The Neurologist was clear that he sees this very often in Cavalier King Charles Spaniels with a history of early-onset syringomyelia.  They can develop these autoimmune inflammatory processed in and around the structures of the syrinx.  Though there is very little by way of hard data in large sample prospective studies on the matter, he assured me that he is dealing with this all of the time and that steroids are usually the way to go.

They gave Riley a bolus injection of Solumedrol at a high dose (240 mg) and we are starting him up on 5 mg of Prednisone every 12 hours.  We will do this for the next 2-3 weeks before starting a very, very, very slow taper over a 2-3 months period.  The hope is that this will attack the inflammation and his neurologic reasons for inappetance will resolve.  

One potentially complicating factor in all of this is that steroids, on their own, increase thirst and hunger.  So it might be a bit difficult to figure out exactly why Riley is eating, if he does start eating again.  However, this should be readily apparent if he looses his appetite again when we start the taper.

Last night, when we came home from our 12 hours away from the house, Riley was fit to be tied.  He wanted nothing to do with any of us, much less his food.  He ate nothing.  He drank nothing.  He passed out and we were fine with that, because we know what he had been through.

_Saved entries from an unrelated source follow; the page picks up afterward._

import { twoSidedNormalP } from './distributions.ts';

export interface TwoSampleZ {
  /** (b − a) / √(se_a² + se_b²). */
  readonly z: number;
  /** √(se_a² + se_b²): the standard error of the difference. */
  readonly se: number;
  /** Two-sided normal p-value. */
  readonly pValue: number;
}

/**
 * Difference of two independent estimates with standard errors: the large-sample two-sample z (Welch 1947,
 * Biometrika 34:28, whose statistic this is; normal reference distribution). Null when either input is missing
 * or the combined standard error is 0 or not finite.
 */
export function twoSampleZ(a: number | null, seA: number | null, b: number | null, seB: number | null): TwoSampleZ | null {
  if (a === null || b === null || seA === null || seB === null) return null;
  if (![a, b, seA, seB].every(Number.isFinite) || seA < 0 || seB < 0) return null;
  const se = Math.sqrt(seA * seA + seB * seB);
  if (!(se > 0)) return null;
  const z = (b - a) / se;
  return { z, se, pValue: twoSidedNormalP(z) };
}
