import { chiSquareSf } from './distributions.ts';
import { requireNonNegative } from './validate.ts';

/** One stratum of a 2 × W table: events and rows in each of W columns (e.g. time windows). */
export interface BinaryStratum {
  readonly events: readonly number[];
  readonly rows: readonly number[];
}

export interface CmhResult {
  readonly statistic: number;
  readonly df: number;
  readonly pValue: number;
}

/** Solves A x = b by Gaussian elimination with partial pivoting; null when A is singular. */
function solve(a: number[][], b: number[]): number[] | null {
  const n = b.length;
  const m = a.map((row, i) => [...row, b[i] as number]);
  for (let c = 0; c < n; c++) {
    let piv = c;
    for (let r = c + 1; r < n; r++) if (Math.abs(m[r]![c]!) > Math.abs(m[piv]![c]!)) piv = r;
    if (Math.abs(m[piv]![c]!) < 1e-300) return null;
    [m[c], m[piv]] = [m[piv]!, m[c]!];
    for (let r = c + 1; r < n; r++) {
      const f = m[r]![c]! / m[c]![c]!;
      for (let k = c; k <= n; k++) m[r]![k]! -= f * m[c]![k]!;
    }
  }
  const x = new Array<number>(n).fill(0);
  for (let r = n - 1; r >= 0; r--) {
    let s = m[r]![n]!;
    for (let k = r + 1; k < n; k++) s -= m[r]![k]! * x[k]!;
    x[r] = s / m[r]![r]!;
  }
  return x;
}

/**
 * Generalized Cochran–Mantel–Haenszel statistic of general association for 2 × W tables stratified
 * by K strata, Q = dᵀV⁻¹d with hypergeometric moments, df = W − 1 (Landis, Heyman & Koch 1978;
 * as R's mantelhaen.test). Columns with no rows in any stratum are dropped; strata with < 2 rows add nothing.
 */
export function cmhGeneralAssociation(strata: readonly BinaryStratum[]): CmhResult {
  const width = strata[0]?.rows.length ?? 0;
  for (const s of strata) {
    if (s.rows.length !== width || s.events.length !== width) throw new RangeError('every stratum needs the same number of columns');
    s.rows.forEach((n, j) => {
      requireNonNegative('rows', n);
      requireNonNegative('events', s.events[j] as number);
      if ((s.events[j] as number) > n) throw new RangeError(`stratum column ${j}: ${s.events[j]} events exceed ${n} rows`);
    });
  }
  const keep = Array.from({ length: width }, (_, j) => j).filter((j) => strata.some((s) => (s.rows[j] as number) > 0));
  const used = strata.filter((s) => keep.reduce((t, j) => t + (s.rows[j] as number), 0) >= 2);
  const w = keep.length;
  if (w < 2 || used.length === 0) return { statistic: 0, df: 0, pValue: 1 };
  const k = w - 1;
  const d = new Array<number>(k).fill(0);
  const v = Array.from({ length: k }, () => new Array<number>(k).fill(0));
  for (const s of used) {
    const rows = keep.map((j) => s.rows[j] as number);
    const events = keep.map((j) => s.events[j] as number);
    const N = rows.reduce((a, b) => a + b, 0);
    const S = events.reduce((a, b) => a + b, 0);
    const f = (S * (N - S)) / (N * N * (N - 1));
    for (let j = 0; j < k; j++) {
      d[j]! += (events[j] as number) - ((rows[j] as number) * S) / N;
      for (let l = 0; l < k; l++) v[j]![l]! += f * (rows[j] as number) * ((j === l ? N : 0) - (rows[l] as number));
    }
  }
  // columns whose variance is 0 in every stratum (no events or all events) carry no information
  const informative = Array.from({ length: k }, (_, j) => j).filter((j) => (v[j]![j] as number) > 0);
  if (informative.length === 0) return { statistic: 0, df: 0, pValue: 1 };
  const dd = informative.map((j) => d[j] as number);
  const vv = informative.map((j) => informative.map((l) => v[j]![l] as number));
  const x = solve(vv, dd);
  if (!x) return { statistic: 0, df: 0, pValue: 1 };
  const statistic = Math.max(0, dd.reduce((s, di, i) => s + di * (x[i] as number), 0));
  const df = informative.length;
  return { statistic, df, pValue: chiSquareSf(statistic, df) };
}
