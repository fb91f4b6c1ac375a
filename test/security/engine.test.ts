/**
 * Security regressions on the locked engine itself (app/engine/native.ts restrictFileAccess, the engine
 * host's engine), one per reproduction of the review: it reads registered files only, a failed
 * registration grants nothing, a glob or folder grants its files and never the folder, nothing can be
 * written, and a result has a row cap. After each test the log's SHA-256 is unchanged and no file appeared.
 */
import { writeFileSync } from 'node:fs';
import path from 'node:path';
import { afterEach, beforeEach, describe, expect, it } from 'vitest';
import { createNativeEngine, type NativeEngine } from '../../app/engine/native.ts';
import { scratchTree, SECRET_TEXT, WRITE_FORM_NAMES, writeForms, type Tree } from './fixture.ts';

let tree: Tree;
let engine: NativeEngine;
let before: { hash: string; listing: string[] };

beforeEach(async () => {
  tree = scratchTree();
  before = { hash: tree.logHash(), listing: tree.listing() };
  engine = await createNativeEngine({ restrictFileAccess: true, threads: 1 });
});
afterEach(async () => {
  await engine.close();
  expect(tree.logHash(), 'the registered log is unchanged').toBe(before.hash);
  tree.remove();
});

async function refused(sql: string): Promise<string> {
  const error = await engine.query(sql).then(() => null, (e: unknown) => e as Error);
  expect(error, sql).not.toBeNull();
  expect(error?.message, sql).not.toContain(SECRET_TEXT);
  return error?.message ?? '';
}

const lit = (p: string) => `'${p.replaceAll("'", "''")}'`;

describe('locked engine: reads only what was registered', () => {
  it('issue 18 #1: a failed registration of <dir>/*.nomatch grants nothing in <dir> (no read_text, no glob, no COPY into it)', async () => {
    await expect(engine.register({ kind: 'path', paths: [path.join(tree.root, '*.nomatch')], format: 'csv' })).rejects.toMatchObject({ code: 'io', message: expect.stringMatching(/No file matches/) });
    expect(await refused(`SELECT * FROM read_text(${lit(tree.secret)})`)).toMatch(/Refused/);
    expect(await refused(`SELECT * FROM glob(${lit(`${tree.root}/*`)})`)).toMatch(/Refused/);
    expect(await refused(`SELECT * FROM read_csv(${lit(path.join(tree.victim, 'other.txt'))})`)).toMatch(/Refused/);
    expect(await refused(`COPY (SELECT 1) TO ${lit(path.join(tree.victim, 'planted.sh'))}`)).toMatch(/reads only/);
    expect(tree.listing()).toEqual(before.listing);
  });

  it('issue 18 #1: a failed registration of /*.nomatch grants nothing (read_text(\'/etc/hostname\'), glob(\'/etc/*\'))', async () => {
    await expect(engine.register({ kind: 'path', paths: ['/*.nomatch'], format: 'csv' })).rejects.toMatchObject({ code: 'io' });
    await refused("SELECT * FROM read_text('/etc/hostname')");
    await refused("SELECT * FROM glob('/etc/*')");
  });

  it('a registration that fails on a named file is rolled back: the file stays unreadable afterwards', async () => {
    const fake = path.join(tree.logs, 'not-parquet.parquet');
    writeFileSync(fake, 'this is not a parquet file');
    await expect(engine.register({ kind: 'path', paths: [fake] })).rejects.toMatchObject({ code: 'io' });
    expect(await refused(`SELECT * FROM read_text(${lit(fake)})`)).toMatch(/Refused/);
  });

  it('a registered log is readable; its folder, its neighbours and the files a link points to are not', async () => {
    const src = await engine.register({ kind: 'path', paths: [tree.log] });
    expect((await engine.query(`SELECT count(*)::DOUBLE AS n FROM ${src.relation}`)).columns[0]).toEqual([2]);
    await refused(`SELECT * FROM read_text(${lit(path.join(tree.logs, 'link-out.csv'))})`);
    await refused(`SELECT * FROM glob(${lit(`${tree.logs}/*`)})`);
    await refused(`SELECT * FROM read_text(${lit(path.join(tree.logs, '..', 'secret.txt'))})`);
  });

  it('a glob or a folder is expanded to its files, each granted alone: a file added later stays unreadable', async () => {
    writeFileSync(path.join(tree.logs, 'b.csv'), 'decision_id,promotion,propensity,ordered\nd3,bakery,0.5,1\n');
    const src = await engine.register({ kind: 'path', paths: [path.join(tree.logs, '*.csv')] });
    expect(src.files).toEqual([path.join(tree.logs, 'a.csv'), path.join(tree.logs, 'b.csv')]);
    const later = path.join(tree.logs, 'c.csv');
    writeFileSync(later, 'decision_id\nd9\n');
    await refused(`SELECT * FROM read_csv(${lit(later)})`);
    await refused(`SELECT * FROM glob(${lit(`${tree.logs}/*.csv`)})`);
  });
});

describe('locked engine: nothing can write', () => {
  it.each(WRITE_FORM_NAMES.map((n) => [n]))('issue 18 #1: %s is refused, the log unchanged and no file created', async (name) => {
    const src = await engine.register({ kind: 'path', paths: [tree.log] });
    const form = writeForms(tree, src.relation).find((f) => f.name === name);
    if (!form) throw new Error(name);
    await refused(form.sql);
    expect(tree.listing()).toEqual(before.listing);
    // The engine still reads the log afterwards, with the same rows.
    expect((await engine.query(`SELECT count(*)::DOUBLE AS n FROM ${src.relation}`)).columns[0]).toEqual([2]);
  });

  it('the statement gate refuses before planning: EXPORT DATABASE does not even create its folder', async () => {
    expect(await refused(`EXPORT DATABASE ${lit(path.join(tree.victim, 'export'))}`)).toMatch(/reads only \(SELECT, DESCRIBE\)/);
    expect(tree.listing()).toEqual(before.listing);
  });

  it('reads still pass the gate: SELECT, WITH, UNION, DESCRIBE, SUMMARIZE', async () => {
    const src = await engine.register({ kind: 'path', paths: [tree.log] });
    for (const sql of [`SELECT 1 AS x`, `WITH t AS (SELECT 1 AS x) SELECT * FROM t`, 'SELECT 1 AS x UNION ALL SELECT 2', `DESCRIBE ${src.relation}`, `SUMMARIZE ${src.relation}`]) {
      await expect(engine.query(sql), sql).resolves.toBeDefined();
    }
  });
});

describe('locked engine: the projection of a CSV (project(), issue 14 item 4)', () => {
  it('is a temporary table in memory: readable by SELECT, no file written, dropped on release; query() still refuses CREATE', async () => {
    const src = await engine.register({ kind: 'path', paths: [tree.log] });
    const projection = await engine.project(src.relation, ['decision_id', 'propensity']);
    if (!projection) throw new Error('a CSV is projected');
    expect(projection.relation).toBe('"src_1_columns"');
    expect(projection.sql).toMatch(/^CREATE TEMP TABLE "src_1_columns" AS SELECT "decision_id", "propensity" FROM "src_1"$/);
    const read = await engine.query(`SELECT decision_id, propensity::DOUBLE AS p FROM ${projection.relation} ORDER BY decision_id`);
    expect(read.columns).toEqual([['d1', 'd2'], [0.5, 0.25]]);
    // only the named columns are held
    expect(await refused(`SELECT promotion FROM ${projection.relation}`)).toMatch(/promotion/);
    expect(tree.listing()).toEqual(before.listing);
    // the gate is unchanged: a caller cannot make a table of its own, nor write the projection anywhere
    expect(await refused(`CREATE TEMP TABLE t AS SELECT * FROM ${src.relation}`)).toMatch(/reads only/);
    expect(await refused(`COPY ${projection.relation} TO ${lit(path.join(tree.victim, 'copy.csv'))}`)).toMatch(/reads only/);
    await projection.release();
    expect(await refused(`SELECT * FROM ${projection.relation}`)).toMatch(/src_1_columns/);
    await projection.release();
    expect(tree.listing()).toEqual(before.listing);
  });

  it('takes registered relations only; a column name is an identifier, never SQL', async () => {
    const src = await engine.register({ kind: 'path', paths: [tree.log] });
    await expect(engine.project('"src_9"', ['decision_id'])).rejects.toMatchObject({ code: 'sql', message: expect.stringMatching(/No log is registered/) });
    await expect(engine.project(`(SELECT * FROM read_text(${lit(tree.secret)}))`, ['content'])).rejects.toMatchObject({ code: 'sql' });
    const injected = `decision_id" FROM ${src.relation}; COPY (SELECT 1) TO ${lit(path.join(tree.victim, 'planted.sh'))}; --`;
    await expect(engine.project(src.relation, [injected])).rejects.toMatchObject({ message: expect.not.stringContaining(SECRET_TEXT) });
    expect(tree.listing()).toEqual(before.listing);
  });

  it('a Parquet log is not projected (it is cheap to read again)', async () => {
    const parquet = path.join(tree.logs, 'b.parquet');
    const writer = await createNativeEngine({ threads: 1 });
    await writer.query(`COPY (SELECT 'd1' AS decision_id, 0.5 AS propensity) TO ${lit(parquet)} (FORMAT parquet)`);
    await writer.close();
    const src = await engine.register({ kind: 'path', paths: [parquet] });
    expect(await engine.project(src.relation, ['decision_id'])).toBeNull();
  });
});

describe('locked engine: results are bounded', () => {
  it('issue 18 #5: SELECT range::DOUBLE FROM range(20000000) is refused past the row cap with a clear error', async () => {
    const error = await engine.query('SELECT range::DOUBLE FROM range(20000000)').then(() => null, (e: unknown) => e as Error & { code?: string });
    expect(error?.code).toBe('too-large');
    expect(error?.message).toMatch(/more than 2,000,000 rows, the most one answer may hold/);
    // The engine stays usable.
    expect((await engine.query('SELECT 42 AS answer')).columns).toEqual([[42]]);
  });
});
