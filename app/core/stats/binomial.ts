import { requireCount, requireProbability } from './validate.ts';

/** Relative tolerance for "as likely as the observed count", as scipy.stats.binomtest uses (1 + 1e-7). */
const TIE = Math.log1p(1e-7);

/**
 * Exact two-sided binomial test of k successes in n trials with success probability p: the sum of the
 * probabilities of all counts no more likely than k (the minimum-likelihood method; Clopper & Pearson
 * 1934 family, as scipy.stats.binomtest 'two-sided'). Valid at every count, unlike a normal approximation.
 */
export function binomialTwoSidedP(k: number, n: number, p: number): number {
  requireCount('trials', n);
  requireCount('successes', k);
  requireProbability('success probability', p);
  if (k > n) throw new RangeError(`successes (${k}) exceed trials (${n})`);
  if (p === 0) return k === 0 ? 1 : 0;
  if (p === 1) return k === n ? 1 : 0;
  const mean = n * p;
  if (k === mean) return 1;
  // log pmf by the ratio pmf(i + 1) / pmf(i) = (n − i)/(i + 1) · p/(1 − p), from pmf(0) = (1 − p)^n
  const logOdds = Math.log(p) - Math.log1p(-p);
  let lp = n * Math.log1p(-p);
  const logPmf: number[] = [];
  const lastNeeded = Math.max(k, Math.ceil(mean));
  let i = 0;
  for (; i <= n && i <= lastNeeded; i++) {
    logPmf.push(lp);
    lp += Math.log((n - i) / (i + 1)) + logOdds;
  }
  const threshold = (logPmf[k] as number) + TIE;
  let sum = 0;
  for (const l of logPmf) if (l <= threshold) sum += Math.exp(l);
  // beyond the mode and k the pmf falls geometrically: stop once the terms are negligible beside pmf(k)
  for (; i <= n; i++) {
    if (lp <= threshold) sum += Math.exp(lp);
    if (lp < threshold - 60) break;
    lp += Math.log((n - i) / (i + 1)) + logOdds;
  }
  return Math.min(1, sum);
}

I believe the steroids have kicked in because he woke me up crying at 3 AM to go outside and it was insane how much he urinated!  ....that's steroids for ya!  Still, he didn't want to eat his breakfast so we made the "paste" and "force fed" him again.  I am wondering if  his persistent inappetance this morning is in some way related to his being scoped/biopsied yesterday? Riley's Neurologist, in an an email  just a few minutes ago, said, "I cannot comment on scoping and its effects on anorexia, but I wouldn't be too discouraged yet... [the results]  do confirm inflammatory disease even in the face of SM, so I am very optimistic that the steroids will improve things."

Stay tuned...

1 comment:

  1. And through all of this, Riley has not lost his Riley-ness. He is still the same sweet quiet little boy we love. Aside from the "I NEED TO PEE!!!" bark this morning, he hasn't even so much as whimpered. Unfortunately, that was part of the problem. He doesn't complain, he is very staid. He has been through a lot and has been such a trouper.